Di tengah dinamika politik lokal yang kerap diwarnai kompetisi, kabar tentang ucapan selamat dari Plt Ketua DPC PPP Kabupaten Buru, La Lidu Buton, kepada M. Rum Soplestuny justru menghadirkan nuansa yang menyejukkan. Politik, dalam wajah terbaiknya, bukan sekadar arena perebutan kekuasaan, melainkan ruang silaturahmi gagasan dan kolaborasi untuk kepentingan publik.
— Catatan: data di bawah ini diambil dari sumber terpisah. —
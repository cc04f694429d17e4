// The signed-in entrant's own entries.
import { entriesForEntrant } from "@/db/queries/my-entries";
import { defineRoute } from "@/lib/api";

export const GET = defineRoute({ access: "user" }, async ({ viewer }) => ({ entries: await entriesForEntrant(viewer!) }));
Terpilihnya M. Rum Soplestuny sebagai Ketua DPD Partai Golkar Kabupaten Buru periode 2025–2030 secara aklamasi bukan hanya menandakan kuatnya konsolidasi internal partai, tetapi juga mencerminkan kepercayaan besar yang dititipkan kepadanya. Aklamasi, dalam konteks ini, bukan sekadar prosedur, melainkan simbol kesepahaman dan harapan kolektif akan kepemimpinan yang mampu merangkul serta menggerakkan.
Ucapan yang disampaikan La Lidu Buton patut diapresiasi sebagai cerminan kedewasaan politik. Di tengah perbedaan warna dan kepentingan partai, terselip kesadaran bahwa pembangunan daerah tidak bisa berjalan sendiri-sendiri. Ada kepentingan yang lebih besar dari sekadar identitas politik—yakni kesejahteraan masyarakat Kabupaten Buru.
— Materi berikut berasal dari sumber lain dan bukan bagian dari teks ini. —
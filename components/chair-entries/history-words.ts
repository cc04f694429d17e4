// An entry's history in plain words: what happened, which field, and each value as the committee
// reads it (sizes in inches and centimeters, money as money, choices by their labels). Pure.
import { entryStatusInfo } from "@/components/entries/entry-status";
import { DIVISION_LABELS, QUILTING_METHOD_LABELS, labelOf } from "@/components/entries/labels";
import { formatDateTime } from "@/components/format/dates";
import { UM_PER_CM, formatInches } from "@/scoring/units";

const ACTION_LABELS: Record<string, string> = {
  "entry.draft_created": "Entry started",
  "entry.quilt_saved": "Quilt details saved",
  "entry.makers_saved": "Makers saved",
  "entry.about_saved": "Story and value saved",
  "entry.submitted": "Sent to the show",
  "entry.paid": "Paid online",
  "entry.paid_offline": "Marked paid offline",
  "entry.accepted": "Accepted",
  "entry.declined": "Declined",
  "entry.decision_released": "Decision released to the entrant",
  "entry.withdrawn": "Withdrawn",
  "entry.admitted_from_waitlist": "Taken off the waiting list",
  "entry.photo_added": "Photo added",
  "entry.photo_replaced": "Photo replaced",
  "entry.category_decided": "Category decided",
  "entry.category_moved": "Category changed by new rules",
  "entry.category_overridden": "Category set by the chair",
  "entry.category_override_cleared": "Chair's category cleared",
  "entry.measured": "Measured at intake",
  "entry.size_flag_reviewed": "Size check reviewed",
  "entry.critique_requested": "Critique requested",
  "entry.critique_paid": "Critique paid",
  "entry.critique_cancelled": "Critique canceled",
  "entry.judge_anyway": "Judged despite a conflict",
  "entry.judge_anyway_removed": "Conflict allowance removed",
};

const FIELD_LABELS: Record<string, string> = {
  title: "Title",
  status: "Status",
  sizeUnit: "Size typed in",
  widthUm: "Width",
  lengthUm: "Length",
  measuredWidthUm: "Measured width",
  measuredLengthUm: "Measured length",
  techniques: "Techniques",
  madeBy: "Made by",
  quiltedBy: "Quilted by",
  quiltedForHire: "Quilted for hire",
  quiltingMethod: "Quilting",
  patternSource: "Pattern",
  patternName: "Pattern name",
  patternDesigner: "Pattern designer",
  statement: "Statement",
  declaredValueCents: "Declared value",
  forSale: "For sale",
  priceCents: "Price",
  judged: "Judged",
  division: "Division",
  youthAge: "Youth age",
  critiqueRequested: "Critique",
  decisionReason: "Reason",
  paidAt: "Paid",
  paymentReference: "Payment reference",
  decisionReleasedAt: "Released",
  reason: "Reason",
  refundCents: "Refund",
  withdrawnBy: "Withdrawn by",
  entryNumber: "Entry number",
  waitlisted: "Waiting list",
  waitlistReason: "Waiting list reason",
  category: "Category",
  categoryReasons: "Why",
  sizeFlag: "Size check",
};

/** Ids and engine states: the plain-word fields beside them say the same for people. */
const HIDDEN = new Set(["rulesVersionId", "categoryId", "categoryCandidateIds", "categoryState", "photoId", "id"]);

export const actionLabel = (action: string): string => ACTION_LABELS[action] ?? labelOf({}, action.replace(/^[a-z]+\./, ""));
export const fieldLabel = (key: string): string => FIELD_LABELS[key] ?? key.replace(/([A-Z])/g, " $1").replace(/^./, (c) => c.toUpperCase()).replace(/ (Um|Cents)$/, "");
export const shownField = (key: string): boolean => !HIDDEN.has(key);

type Ctx = { timeZone: string; currency: string };

export function fieldValue(key: string, value: unknown, { timeZone, currency }: Ctx): string {
  if (value === null || value === undefined || value === "") return "—";
  if (Array.isArray(value)) return value.length ? value.map((v) => (typeof v === "string" ? v : JSON.stringify(v))).join(", ") : "—";
  if (typeof value === "boolean") return value ? "Yes" : "No";
  if (key === "status") return entryStatusInfo(String(value)).label;
  if (key === "quiltingMethod") return labelOf(QUILTING_METHOD_LABELS, String(value));
  if (key === "division") return labelOf(DIVISION_LABELS, String(value));
  if (key === "sizeUnit") return value === "cm" ? "centimeters" : "inches";
  if (key === "patternSource") return value === "original" ? "Original design" : "From a pattern";
  if (key.endsWith("Um") && typeof value === "number") return `${formatInches(value)} (${(value / UM_PER_CM).toFixed(1)} cm)`;
  if (key.endsWith("Cents") && typeof value === "number") {
    return new Intl.NumberFormat("en-US", { style: "currency", currency: currency.toUpperCase() }).format(value / 100);
  }
  if (key.endsWith("At")) return formatDateTime(String(value), timeZone) ?? String(value);
  if (typeof value === "string") return value.replace(/_/g, " ");
  if (typeof value === "number") return String(value);
  return JSON.stringify(value);
}

/** The fields that changed, in the order they were written, without ids. */
export function changedFields(before: Record<string, unknown> | null, after: Record<string, unknown> | null): string[] {
  const keys = [...new Set([...Object.keys(after ?? {}), ...Object.keys(before ?? {})])];
  return keys.filter((k) => shownField(k) && JSON.stringify(before?.[k] ?? null) !== JSON.stringify(after?.[k] ?? null));
}

/** "Width: 50 in (127.0 cm)" for a value first set; "Status: Paid → Accepted" for a change. */
export function changeLine(key: string, before: Record<string, unknown> | null, after: Record<string, unknown> | null, ctx: Ctx): string {
  const to = fieldValue(key, after?.[key], ctx);
  if (before === null || !(key in before)) return `${fieldLabel(key)}: ${to}`;
  return `${fieldLabel(key)}: ${fieldValue(key, before[key], ctx)} → ${to}`;
}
Pesan yang disampaikan juga mengandung makna penting: bahwa perbedaan pilihan politik bukanlah sekat yang memisahkan, melainkan energi yang memperkaya. Dalam perbedaan itulah lahir dialog, dalam dialog tumbuh solusi, dan dari solusi terbangun kemajuan.
Kini, tantangan sesungguhnya berada di pundak kepemimpinan baru Partai Golkar Kabupaten Buru. Harapan agar partai semakin solid, progresif, dan mampu menjadi mitra strategis bukanlah sekadar ucapan seremonial. Ia adalah panggilan untuk bekerja nyata, menghadirkan kebijakan yang berpihak pada rakyat, serta menjaga kepercayaan yang telah diberikan.
Pada akhirnya, editorial ini melihat bahwa apa yang terjadi di Kabupaten Buru bukan sekadar pergantian kepemimpinan partai. Ini adalah cermin kecil dari harapan besar: bahwa politik lokal dapat tumbuh lebih dewasa, lebih inklusif, dan lebih berorientasi pada kemaslahatan bersama. Dan dari sana, masa depan daerah dibangun—bukan oleh satu partai, tetapi oleh kebersamaan.